Gaia Primary - Agent

The current Gaia implementation will still hold and will be designated as Gaia Primary. The primary will be a hub for the worker to connect to, get pipelines from, and report back on the current state of the pipelines they are running.

The Agent acts as a client, it is responsible for continuously pulling work from the primary instance, sending updates about the status of running or finished pipeline runs and scheduling work locally.

The Workers will need to have the go-plugin extracted because HashiCorp’s plugin system does not support RPC calls over the network. Just strictly localhost communication is allowed. Pipeline execution and communication between jobs’ running and state changes are all through RPC.

Scheduler

The scheduler will be also included into the workers package. Workers will schedule their own parallel jobs execution model and Gaia Primary will have to schedule and manage which worker to distribute pipelines to. This means that the workers will need an indicator to define when they are too busy to accept more pipelines.

Pipeline build execution

Currently, once a user initiates a pipeline build, that pipeline is built and stored on Gaia Primary. For the first implementation, this will not change. Pipelines will be still built on the primary and once a pipeline run is scheduled on a worker, the pipeline binary will be automatically streamed to the worker.

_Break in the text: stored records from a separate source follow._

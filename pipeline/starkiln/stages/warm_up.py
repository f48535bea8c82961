"""Compiling the kernels before many processes need them at the same time."""

from __future__ import annotations

import os
import subprocess
import sys
import tomllib
from collections.abc import Iterator
from contextlib import contextmanager, suppress

import numpy as np

from starkiln.inference.compile import FOUND_EMPTY
from starkiln.inference.ensemble import Stopping, sample_block
from starkiln.inference.evidence import importance_draws
from starkiln.inference.knots import MAX_KNOTS, fit_proposal
from starkiln.inference.posterior import LN_HEAT_K, n_parameters
from starkiln.inference.proposal import Proposal, empty_proposal
from starkiln.inference.start import MAX_MODES, Modes, climb
from starkiln.inference.streams import star_streams
from starkiln.physics.bandtable import ln_flux
from starkiln.settings import Settings, build_settings, dump_toml
from starkiln.stages.derive import derive
from starkiln.stages.fit import pack_block, start_block
from starkiln.stages.ingest import magnitudes_to_jy
from starkiln.stages.model import FitModel, build_model
from starkiln.stages.process import fit_columns
from starkiln.stages.stars import Stars

FEWEST_STEPS = 64
LONGEST_SECONDS = 60.0
"""How long to wait for the other process when this one's share is done."""


def warm_up(settings: Settings, model: FitModel) -> None:
    """Call every kernel that a fit calls, so that their machine code is in the cache for other processes.

    Takes a quarter of a second, or a quarter of a minute where the cache is empty.

    Parameters
    ----------
    settings
        The settings of the fit; its chains are cut short here.
    model
        The model of the fit.
    """
    magnitudes_to_jy(np.zeros(1), np.zeros(1), 1.0)
    sampling = settings.sampling.model_copy(update={"max_steps": FEWEST_STEPS})
    short = settings.model_copy(update={"sampling": sampling})
    stars = invented_stars(model)
    fit_columns(stars, model, short)
    if model.rival is not None:
        fit_columns(stars, model.rival, short)


def compile_in_two(settings: Settings, model: FitModel) -> None:
    """Compile most kernels into an empty cache by two processes at once; `warm_up` then compiles what they left.

    Does nothing where something is in the cache already, or where there is but one processor.
    """
    if FOUND_EMPTY and _processors() > 1:
        with suppress(OSError), _finding_peaks(settings) as other:
            sample_from_anywhere(settings, model)
            with suppress(subprocess.TimeoutExpired):
                other.wait(LONGEST_SECONDS)


def _processors() -> int:
    # Not every system tells which processors this process may use.
    return len(os.sched_getaffinity(0)) if hasattr(os, "sched_getaffinity") else os.cpu_count() or 1


@contextmanager
def _finding_peaks(settings: Settings) -> Iterator[subprocess.Popen[bytes]]:
    """Run `find_peaks` in a new process, which does not outlive the context; its failure costs time only."""
    command = [sys.executable, "-m", "starkiln.stages.warm_up"]
    silent = subprocess.DEVNULL
    process = subprocess.Popen(command, stdin=subprocess.PIPE, stdout=silent, stderr=silent)
    try:
        assert process.stdin is not None
        with suppress(BrokenPipeError), process.stdin:
            process.stdin.write(dump_toml(settings).encode())
        yield process
    finally:
        process.kill()
        process.wait()


def find_peaks(settings: Settings, model: FitModel) -> None:
    """Call the kernels that find peaks, climb them and walk along them."""
    block, modes = start_block(invented_stars(model), model, settings)
    fit_proposal(block, model.grid, model.prior, modes)
    climb(block, model.grid, model.prior, modes.coords[:, 0].copy())


def sample_from_anywhere(settings: Settings, model: FitModel) -> None:
    """Call the kernels that sample and derive, without those that find peaks."""
    stars = invented_stars(model)
    block = pack_block(stars, model, settings)
    modes = _middle_as_peak(model, len(stars))
    proposal = _about_the_middle(modes, model)
    walkers = settings.sampling.walkers
    streams = star_streams(stars.ids, settings.run.seed, b"warm up")
    stopping = Stopping(settings.sampling.effective_samples, FEWEST_STEPS)
    grid, prior = model.grid, model.prior
    for draws in sample_block(block, grid, prior, streams, walkers, stopping, modes=modes, proposal=proposal):
        derive(stars.at(draws.stars), draws, model, settings)
    if model.rival is not None:
        importance_draws(block, grid, prior, streams, walkers, modes, proposal)


def _middle_as_peak(model: FitModel, n_stars: int) -> Modes:
    """Return the middle of the model's range as the only peak of every star's posterior."""
    prior = model.prior
    ndim = n_parameters(model.grid, prior)
    ln_teff, ln_omega = _middle(model)
    coords = np.zeros((n_stars, MAX_MODES, ndim))
    coords[:, :, 0] = np.exp(LN_HEAT_K - ln_teff)
    coords[:, :, 1] = ln_omega + ln_teff
    if prior.fit_jitter:
        coords[:, :, -1] = 0.5 * prior.ln_jitter_min
    covariance = np.zeros((n_stars, MAX_MODES, ndim, ndim)) + 1e-4 * np.eye(ndim)
    return Modes(np.ones(n_stars, np.int64), coords, np.zeros((n_stars, MAX_MODES)), covariance)


def _about_the_middle(modes: Modes, model: FitModel) -> Proposal:
    """Return a proposal that is flat in heat about the middle, not normalised: nobody looks at the result."""
    n_stars, _, ndim = modes.coords.shape
    proposal = empty_proposal(n_stars, MAX_KNOTS + 2, ndim, model.prior.fit_av)
    proposal.n_knots[:] = 3
    proposal.heat[:, :3] = modes.coords[:, :1, 0] * np.array([0.9, 1.0, 1.1])
    proposal.mass[:, :3] = 0.0, 0.5, 1.0
    proposal.av[:, 1:] = 0.5
    proposal.centre[:, 0] = modes.coords[:, :1, 1]
    proposal.factor[:] = 0.1 * np.eye(proposal.factor.shape[1])[:, :, np.newaxis]
    return proposal


def _middle(model: FitModel) -> tuple[float, float]:
    """Return ln T and ln Omega in the middle of the model's range."""
    prior = model.prior
    return 0.5 * (prior.ln_teff_min + prior.ln_teff_max), 0.5 * (prior.ln_omega_min + prior.ln_omega_max)


def invented_stars(model: FitModel) -> Stars:
    """Return two stars in the middle of the model's range: one measured well, one so badly that walkers get lost."""
    n_bands = len(model.passbands)
    ln_teff, ln_omega = _middle(model)
    flux_jy = np.repeat(np.exp(ln_flux(model.table, np.exp(ln_teff), 0.0) + ln_omega), 2, axis=0)
    return Stars(
        ids=[b"good", b"bad"],
        flux_jy=flux_jy,
        error_jy=flux_jy * np.array([[0.05], [1000.0]]),
        usable=np.ones((2, n_bands), bool),
        limit=np.zeros((2, n_bands), bool),
        parallax_mas=np.array([10.0, np.nan]),
        parallax_error_mas=np.array([0.1, np.nan]),
        distance_pc=np.full(2, np.nan),
        distance_error_pc=np.full(2, np.nan),
        av_mean=np.zeros(2),
        av_scale=np.ones(2),
        length_scale_pc=np.full(2, 1000.0),
    )


def main() -> None:
    """Find peaks with the settings on standard input."""
    settings = build_settings(tomllib.loads(sys.stdin.read()))
    find_peaks(settings, build_model(settings))


if __name__ == "__main__":
    main()
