"""From draws of temperature, angular size and dust to radius, luminosity and distance."""

from __future__ import annotations

from typing import NamedTuple

import numpy as np
from numpy.typing import NDArray

from starkiln.inference.distances import GAUSSIAN, NONE, PARALLAX, DistanceData, draw_distances
from starkiln.inference.ensemble import Draws
from starkiln.inference.streams import normal_draws, star_streams
from starkiln.physics.constants import LSUN_W, MAS_PER_RAD, RSUN_M, STEFAN_BOLTZMANN_W_PER_M2_K4
from starkiln.settings import Settings
from starkiln.stages.model import LN_RSUN_PC, FitModel
from starkiln.stages.stars import Stars

LN_LUM_COEFFICIENT = float(np.log(4.0 * np.pi * RSUN_M**2 * STEFAN_BOLTZMANN_W_PER_M2_K4 / LSUN_W))


class Derived(NamedTuple):
    """Joint draws (K, N) of every reported quantity, as natural logarithms but for A_V.

    Attributes
    ----------
    z
        (n_factors, K, N): the photosphere's common factors.
    source
        (K, N): the photometric draw that each joint draw takes.
    kept_share
        (K,): effective share of the draws left by the bounds on R.
    """

    ln_teff: NDArray[np.float64]
    ln_radius: NDArray[np.float64]
    ln_lum: NDArray[np.float64]
    ln_dist: NDArray[np.float64]
    av: NDArray[np.float64]
    ln_ang_diam: NDArray[np.float64]
    ln_fbol: NDArray[np.float64]
    z: NDArray[np.float64]
    source: NDArray[np.int64]
    kept_share: NDArray[np.float64]


def derive(
    stars: Stars, draws: Draws, model: FitModel, settings: Settings, widening: NDArray[np.float64] | float = 1.0
) -> Derived:
    """Draw distances and compute every quantity of every joint draw.

    Parameters
    ----------
    stars
        The K stars of ``draws``, in its order.
    widening
        By how much the scatter of each star about the departures' scale is wider than a dwarf's.

    Notes
    -----
    R = d sqrt(Omega); L = 4 pi R^2 sigma T^4 (Stefan-Boltzmann); F_bol = Omega sigma T^4; the angular diameter
    is 2 sqrt(Omega).
    """
    ln_teff, ln_omega = scattered(stars, draws, model, settings, widening)
    streams = star_streams(stars.ids, settings.run.seed, b"distance")
    distances = draw_distances(
        ln_omega,
        distance_data(stars),
        settings.model.distance.bounds_pc,
        model.ln_radius_bounds_pc,
        streams,
    )
    photometric = draws.chain
    if (distances.source != np.arange(ln_teff.shape[1])).any():
        photometric = np.take_along_axis(photometric, distances.source[:, None], axis=2)
        ln_teff, ln_omega = (np.take_along_axis(values, distances.source, axis=1) for values in (ln_teff, ln_omega))
    av = photometric[:, 2] if model.prior.fit_av else np.broadcast_to(stars.av_mean[:, None], ln_teff.shape)
    ln_radius = distances.ln_dist_pc + 0.5 * ln_omega - LN_RSUN_PC
    return Derived(
        ln_teff=ln_teff,
        ln_radius=ln_radius,
        ln_lum=LN_LUM_COEFFICIENT + 2.0 * ln_radius + 4.0 * ln_teff,
        ln_dist=distances.ln_dist_pc,
        av=av,
        ln_ang_diam=np.log(2.0 * MAS_PER_RAD) + 0.5 * ln_omega,
        ln_fbol=np.log(STEFAN_BOLTZMANN_W_PER_M2_K4) + ln_omega + 4.0 * ln_teff,
        z=np.ascontiguousarray(
            photometric[:, model.first_factor : model.first_factor + len(model.grid.loading)].transpose(1, 0, 2)
        ),
        source=distances.source,
        kept_share=distances.kept_share,
    )


def scattered(
    stars: Stars, draws: Draws, model: FitModel, settings: Settings, widening: NDArray[np.float64] | float = 1.0
) -> tuple[NDArray[np.float64], NDArray[np.float64]]:
    """Return ln T and ln Omega (K, N) of every draw, scattered about the scale of the departures.

    What the bands see is a star's place on that scale. Stars of one such place have temperatures that scatter by tau in
    ln T at the same bolometric flux, and fluxes that scatter by gamma at the same temperature. With e, g ~ N(0, 1), T
    goes by exp(tau e), Omega by exp(gamma g - 4 tau e). No band can tell e or g, so they are drawn, and not sampled
    with the rest.
    """
    ln_teff, ln_omega = draws.chain[:, 0], np.ascontiguousarray(draws.chain[:, 1])
    if not model.off_scale.any():
        return ln_teff, ln_omega
    n = ln_teff.shape[1]
    normal = normal_draws(star_streams(stars.ids, settings.run.seed, b"off scale"), 2 * n)
    tau, gamma = (scale * np.reshape(widening, (-1, 1)) for scale in model.off_scale_at(ln_teff))
    shifted = np.clip(ln_teff + tau * normal[:, :n], model.prior.ln_teff_min, model.prior.ln_teff_max)
    return shifted, ln_omega + gamma * normal[:, n:] - 4.0 * (shifted - ln_teff)


def distance_data(stars: Stars) -> DistanceData:
    """Return what is known of each star's distance: the user's own, else the parallax, else nothing."""
    given = np.isfinite(stars.distance_pc)
    measured = np.isfinite(stars.parallax_mas) & ~given
    return DistanceData(
        kind=np.select([given, measured], [GAUSSIAN, PARALLAX], NONE),
        value=np.where(given, stars.distance_pc, stars.parallax_mas),
        error=np.where(given, stars.distance_error_pc, stars.parallax_error_mas),
        length_scale_pc=stars.length_scale_pc,
    )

In the future, this has to change in order to support different operating systems. The binary will be built and validated on the worker. All information about the pipeline (e.g. included jobs, type, binary SHASum etc.) will be streamed back to the primary instance.

### Gaia Primary remains

If Gaia does not have any workers, the Gaia primary must still be able to take on jobs, build and execute them. Thus, the Gaia primary must retain the abilities of a worker as well as a server orchestrator.

Implementation Approach

  1. Extract all functionality regarding running and building pipelines including the SDK and the go-plugin facility into a worker package. This should not change the current behavior of Gaia. All tests should still pass. Including the WebHook capability which should be able to still just call build. The worker package should take care of building and distributing the binary.

  2. Create the API which handles most of the things worker related. But still don’t bother extracting it.

  3. Create an Agent package which calls back to master’s API and registers a server as a worker.

  4. Add a new mode option to Gaia which indicates the mode - server or worker - Gaia should start in.

  5. Implement the managing of the servers below settings on the left of the admin screen.